▸ Brief
In exact form, set down only those lines of the material that run from its first line to the line with "inside the session.", inclusive.
★ ★ ★ ★
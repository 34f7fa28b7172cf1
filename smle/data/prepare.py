"""From price files to the aligned daily table a model fit takes.

:func:`prepare_daily` turns intraday prices or bars into one row per session day with
returns and realized and range-based measures; :func:`prepare_from_daily` does the same for
daily bars or closes; :func:`prepare_file` reads a file, does either and writes the table
(this is the whole job of the ``smle prepare`` command); :func:`write_daily` and
:func:`read_daily_table` store and load a table.

The table is indexed by ``date`` (the session's calendar date in the venue's time zone) and
its columns carry their units (see :mod:`smle.data.units`); with the default unit:

* ``return_pct``: close-to-close log return, percent.
* ``overnight_return_pct``: previous close to today's open, percent.
* ``session_return_pct``: today's open to close, percent (the two add up to ``return_pct``).
* ``realized_variance_pct2``, ``bipower_variation_pct2``,
  ``subsampled_realized_variance_pct2``: over the session, percent squared.
* ``parkinson_pct2``, ``garman_klass_pct2``, ``rogers_satchell_pct2``: from the session's
  open, high, low and close, percent squared.
* ``n_observations``: intraday rows inside the session.

With ``add_overnight=True`` every variance gets the squared overnight return added and its
name the part ``_whole_day`` (``realized_variance_whole_day_pct2``). The first session day
only supplies a previous close and is not a row. ``attrs`` states units, interval, session,
time zone, the rows outside the session (by reason), ``repairs``, ``n_zero_returns`` and
``notes``: sentences on what was inferred or found without being an error (the file's
encoding or separator, a reversed newest-first order, day-first dates, the inferred session,
rows left out, zero returns, which are kept as observations).
"""

from __future__ import annotations

import inspect
import logging
from pathlib import Path

import numpy as np
import pandas as pd

from smle.data import checks, daily_table, ranges, readers, realized, sessions, tables, timestamps, units
from smle.data.daily_table import read_daily_table, write_daily  # noqa: F401 (public here too)
from smle.data.checks import Repair
from smle.errors import SmleInputError, describe

logger = logging.getLogger("smle.data")

REALIZED_MEASURES = ("realized_variance", "bipower_variation", "subsampled_realized_variance")
RANGE_MEASURES = tuple(ranges.ESTIMATORS)
DEFAULT_MEASURES = REALIZED_MEASURES + RANGE_MEASURES

# None: the session is the data's own (the usual time of each day's first and last rows).
DEFAULT_SESSION_OPEN = None
DEFAULT_SESSION_CLOSE = None
DEFAULT_INTERVAL = "5min"


def _check_measures(measures) -> tuple[str, ...]:
    if isinstance(measures, str):
        measures = (measures,)  # one name, not its letters
    try:
        measures = tuple(measures)
    except TypeError:
        raise SmleInputError(
            f"measures={describe(measures)} is not accepted; give a name or a list of names "
            f"from {DEFAULT_MEASURES}") from None
    unknown = [name for name in measures if name not in DEFAULT_MEASURES]
    if unknown or not measures:
        raise SmleInputError(
            f"measures={measures!r} has unknown names {unknown}; accepted: a name or a list of "
            f"names from {DEFAULT_MEASURES}" if unknown else
            f"measures={measures!r} is empty; accepted: names from {DEFAULT_MEASURES}")
    return measures


def _note_zero_returns(table: pd.DataFrame, unit: str, notes: list[str]) -> None:
    """Count close-to-close returns that are exactly zero (a holiday carried as an unchanged
    close, or a stale price); they stay in the table as observations."""
    returns = table[units.return_name("return", unit)].to_numpy()
    zero = np.flatnonzero(returns == 0.0)
    table.attrs["n_zero_returns"] = int(len(zero))
    if len(zero):
        shown = ", ".join(str(getattr(day, "date", lambda: day)()) for day in table.index[zero[:5]])
        notes.append(
            f"{len(zero)} of {len(returns)} daily returns are exactly zero ({shown}"
            f"{', ...' if len(zero) > 5 else ''}): an unchanged close, as when a holiday is "
            f"carried as a day without trading; they are kept as observations (a zero return "
            f"says the day had no variation, which lowers the estimated volatility); drop "
            f"those rows from the input if they are not trading days")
★ ★ ★ ★
▸ Solution to this task
repository 34f7fa28b7172cf1
filename smle/data/prepare.py
"""From price files to the aligned daily table a model fit takes.

:func:`prepare_daily` turns intraday prices or bars into one row per session day with
returns and realized and range-based measures; :func:`prepare_from_daily` does the same for
daily bars or closes; :func:`prepare_file` reads a file, does either and writes the table
(this is the whole job of the ``smle prepare`` command); :func:`write_daily` and
:func:`read_daily_table` store and load a table.

The table is indexed by ``date`` (the session's calendar date in the venue's time zone) and
its columns carry their units (see :mod:`smle.data.units`); with the default unit:

* ``return_pct``: close-to-close log return, percent.
* ``overnight_return_pct``: previous close to today's open, percent.
* ``session_return_pct``: today's open to close, percent (the two add up to ``return_pct``).
* ``realized_variance_pct2``, ``bipower_variation_pct2``,
  ``subsampled_realized_variance_pct2``: over the session, percent squared.
* ``parkinson_pct2``, ``garman_klass_pct2``, ``rogers_satchell_pct2``: from the session's
  open, high, low and close, percent squared.
* ``n_observations``: intraday rows inside the session.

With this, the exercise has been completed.